Como Agua para Chocolate

11/04/2024

Our task for this lab was to watch the film "Como Agua para Chocolate," which is also known as "Like Water for Chocolate," and identify six metaphors—three of which have to do with food—in order to analyze it. These are the ones I found, along with a thorough analysis of what I believe they are referring to:

  1. When Tita is narrating and discussing how to make dough and how it reacts when it comes into contact with boiling water, more specifically, how heat bubbles begin to form on the dough that is burning. She continues by saying that she is afraid she will experience heat bubbles on her skin as a result of being so close to Pedro and that she won't be able to manage the chemical reaction. 

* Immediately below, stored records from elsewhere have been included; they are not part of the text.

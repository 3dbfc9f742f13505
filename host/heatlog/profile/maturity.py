"""Maturity of setting materials (ASTM C1074): Nurse–Saul temperature–time factor and equivalent age.

* Nurse–Saul: M(t) = Σ (T_a − T₀)·Δt, with T_a the mean temperature of each interval and T₀ the
  datum temperature (default 0 °C). An interval with T_a below the datum adds nothing (ASTM C1074,
  from memory — check against the text of the edition you work to). Reported in °C·h.
* Arrhenius equivalent age at the reference temperature T_s:
  t_e = Σ exp[−Q·(1/T_a − 1/T_s)]·Δt with temperatures in kelvin and Q = E/R the activation-energy
  constant (default 5000 K ≈ 41.6 kJ/mol, ASTM C1074, from memory; default T_s = 20 °C, common in
  European practice — C1074's examples may use another; both are options).

The mean of the interval's end readings is T_a (the trapezoid rule). Intervals skipped as gaps
add nothing and the result is flagged by the caller. Uncertainty: a common offset u_T of the
temperature probe shifts every T_a; sensitivities ∂M/∂T = time above the datum and
∂t_e/∂T = Σ e^(…)·Q/T_a²·Δt (GUM, JCGM 100:2008); u(Q) enters t_e when given.
"""

from __future__ import annotations

import math
from dataclasses import dataclass

import numpy as np

from heatlog.errors import InputError
from heatlog.gum import Budget, Component

KELVIN = 273.15
#: Datum temperature T₀ for the Nurse–Saul function (ASTM C1074 uses 0 °C as a typical value).
DEFAULT_DATUM_C = 0.0
#: Activation-energy constant Q = E/R in kelvin (≈ 41.6 kJ/mol; ASTM C1074, from memory).
DEFAULT_ACTIVATION_K = 5000.0
#: Reference temperature for equivalent age (common in European practice, an option).
DEFAULT_REFERENCE_C = 20.0


@dataclass(frozen=True, eq=False)
class Maturity:
    """Temperature–time factor M(t) (°C·h) and equivalent age t_e(t) (h) at every sample."""

    time_s: np.ndarray
    factor_Ch: np.ndarray
    equivalent_age_h: np.ndarray
    datum_C: float
    activation_K: float
    reference_C: float
    factor_budget: Budget
    age_budget: Budget

    def to_dict(self) -> dict[str, object]:
        return {
            "method": "ASTM C1074: Nurse–Saul M = Σ(T_a − T₀)Δt (T_a < T₀ adds 0); "
            "equivalent age t_e = Σ exp[−Q(1/T_a − 1/T_s)]Δt",
            "datum_C": self.datum_C,
            "activation_energy_constant_K": self.activation_K,
            "activation_energy_kJ_per_mol": self.activation_K * 8.314462618e-3,
            "reference_C": self.reference_C,
            "temperature_time_factor_C_h": float(self.factor_Ch[-1]),
            "u_temperature_time_factor_C_h": self.factor_budget.u,
            "equivalent_age_h": float(self.equivalent_age_h[-1]),
            "u_equivalent_age_h": self.age_budget.u,
            "factor_budget": self.factor_budget.to_dict(),
            "age_budget": self.age_budget.to_dict(),
        }


def maturity(
    time_s: np.ndarray,
    temp_C: np.ndarray,
    *,
    datum_C: float = DEFAULT_DATUM_C,
    activation_K: float = DEFAULT_ACTIVATION_K,
    u_activation_K: float = 0.0,
    reference_C: float = DEFAULT_REFERENCE_C,
    u_temp_K: float = 0.0,
    skip: np.ndarray | None = None,
) -> Maturity:
    """Nurse–Saul factor and Arrhenius equivalent age along one segment (see the module docstring).

    ``skip`` marks intervals (n − 1 of them) that add nothing (gaps excluded by the caller).
    """
    t = np.asarray(time_s, dtype=np.float64)
    y = np.asarray(temp_C, dtype=np.float64)
    if t.size < 2 or y.shape != t.shape or np.any(np.diff(t) <= 0):
        raise InputError("maturity needs at least 2 samples with strictly increasing time")
    if not (math.isfinite(activation_K) and activation_K > 0):
        raise InputError(f"the activation-energy constant must be positive, got {activation_K:g} K")
    if reference_C + KELVIN <= 0 or datum_C + KELVIN <= 0:
        raise InputError("the reference and datum temperatures must lie above absolute zero")
    dt_h = np.diff(t) / 3600.0
    if skip is not None:
        dt_h = np.where(skip, 0.0, dt_h)
    t_a = 0.5 * (y[1:] + y[:-1])
    if np.any(t_a + KELVIN <= 0):
        raise InputError("a temperature lies at or below absolute zero; check the column")
    above = t_a > datum_C
    zero = np.zeros(1)
    m = np.concatenate((zero, np.cumsum(np.where(above, (t_a - datum_C) * dt_h, 0.0))))
    ta_k = t_a + KELVIN
    factor = np.exp(-activation_K * (1.0 / ta_k - 1.0 / (reference_C + KELVIN)))
    te = np.concatenate((zero, np.cumsum(factor * dt_h)))
    time_above_h = float(np.sum(dt_h[above]))
    d_te_dT = float(np.sum(factor * activation_K / ta_k**2 * dt_h))
    d_te_dQ = float(np.sum(factor * -(1.0 / ta_k - 1.0 / (reference_C + KELVIN)) * dt_h))
    fb = Budget(
        "Nurse–Saul M",
        float(m[-1]),
        "°C·h",
        (
            Component(
                "temperature offset",
                0.0,
                u_temp_K,
                time_above_h,
                "K",
                note="common to all readings",
            ),
        ),
    )
    ab = Budget(
        "equivalent age t_e",
        float(te[-1]),
        "h",
        (
            Component(
                "temperature offset", 0.0, u_temp_K, d_te_dT, "K", note="common to all readings"
            ),
            Component("Q = E/R", activation_K, u_activation_K, d_te_dQ, "K"),
        ),
    )
    return Maturity(t, m, te, datum_C, activation_K, reference_C, fb, ab)
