fn hsl_to_rgb(h: f64, s: f64, l: f64) -> [u8; 3] {
    let c = (1.0 - (2.0 * l - 1.0).abs()) * s;
    let hp = h / 60.0;
    let x = c * (1.0 - ((hp % 2.0) - 1.0).abs());
    let (r, g, b) = match hp as u32 {
        0 => (c, x, 0.0),
        1 => (x, c, 0.0),
        2 => (0.0, c, x),
        3 => (0.0, x, c),
        4 => (x, 0.0, c),
        _ => (c, 0.0, x),
    };
    let m = l - c / 2.0;
    let to = |v: f64| ((v + m) * 255.0).round().clamp(0.0, 255.0) as u8;
    [to(r), to(g), to(b)]
}

/// WCAG 2.1 relative luminance of an sRGB colour.
fn relative_luminance(rgb: [u8; 3]) -> f64 {
    let lin = |c: u8| {
        let c = c as f64 / 255.0;
        if c <= 0.04045 {
            c / 12.92
        } else {
            ((c + 0.055) / 1.055).powf(2.4)
        }
    };
    0.2126 * lin(rgb[0]) + 0.7152 * lin(rgb[1]) + 0.0722 * lin(rgb[2])
}

/// Black or white, whichever contrasts more with the background (always ≥ 4.58 : 1).
fn text_color_for(bg: [u8; 3]) -> [u8; 3] {
    let l = relative_luminance(bg);
    if 1.05 / (l + 0.05) >= (l + 0.05) / 0.05 {
        [255, 255, 255]
    } else {
        [0, 0, 0]
    }
}

// ---------------------------------------------------------------------------------------------
// Layout
// ---------------------------------------------------------------------------------------------

struct Builder {
    rng: SplitMix64,
    names: Namer,
    nodes: Vec<Node>,
    lines: Vec<Line>,
}

/// A straight line through (or near) the centre: points are u·t + v·offset.
struct RadialDef {
    mode: Mode,
    theta: f64,
    offset: f64,
    t_min: f64,
    t_max: f64,
    spacing: f64,
    forced: Vec<(f64, u32)>,
}

struct RingDef {
    mode: Mode,
    r: f64,
    spacing: f64,
    forced: Vec<(f64, u32)>,
}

  2. Tita sobbing into the cake batter prior to her sister's wedding. Nacha tells her "only the pots know their boiling point, she can feel hers." It was almost a premonition of what was to come. She implies in her statement that the pots emit steam and boil when they get too hot, alerting the cook when they have reached a boiling point. She uses this metaphor to advise her to take it easy and let go of her feelings before the wedding so as to avoid giving away her feeling

  3. When Tita is devastated to learn that Pedro will marry her sister the following day and that she must assist in making the wedding cake, it's possible that this scene serves as the film's most poignant metaphor. She sobs into the cake dough because she is in so much misery. When the guests begin to eat the cake the following day, they are immediately struck with loss, sadness, and an intolerable longing for the love of their lives. This metaphor is powerful because it conveys the idea that Tita's anguish over the love she is unable to experience and the guy she is unable to be with is contagious, causing all of the other guests to grieve over their own soul mates.

  4. Tita preparing a delicious lunch for her family, complete with meat and roses on the plate, strikes me as another metaphor. Pedro is overtaken with an almost holy experience when he consumes the dish, to the extent that he feels as though it is the best meal he has ever had. Another way to put it is that Tita is "invading" Pedro's body through her food, which is a new means of interaction. It seems as though the food acts as a conduit for an almost spiritual and telepathic energy between them because they are unable to express, much less act upon, their feelings for one another.

  5. The fifth metaphor I came across is when Tita is narrating once more and describes how she had slept with Pedro and is now expecting his child. Despite her feelings for him, she finds it difficult to accept this because of how her sister could react if she finds out and because it is ethically wrong. She declares her intention to "keep the words inside until the worms consume them," meaning that she cannot bring herself to say them out loud.

  6. The last metaphor I found was when Tita compares her sorrow to a black hole that lets in all of the chilly air at night, when she is almost at the height of her grief and despair. What she means is practically palpable—a sort of icy hollowness in her body. She makes the decision to knit, and she spends so much time doing it that she completes a quilt. She then wraps it over herself in an attempt to warm up, but as she says, the cold comes from within and cannot be fixed by an outside source.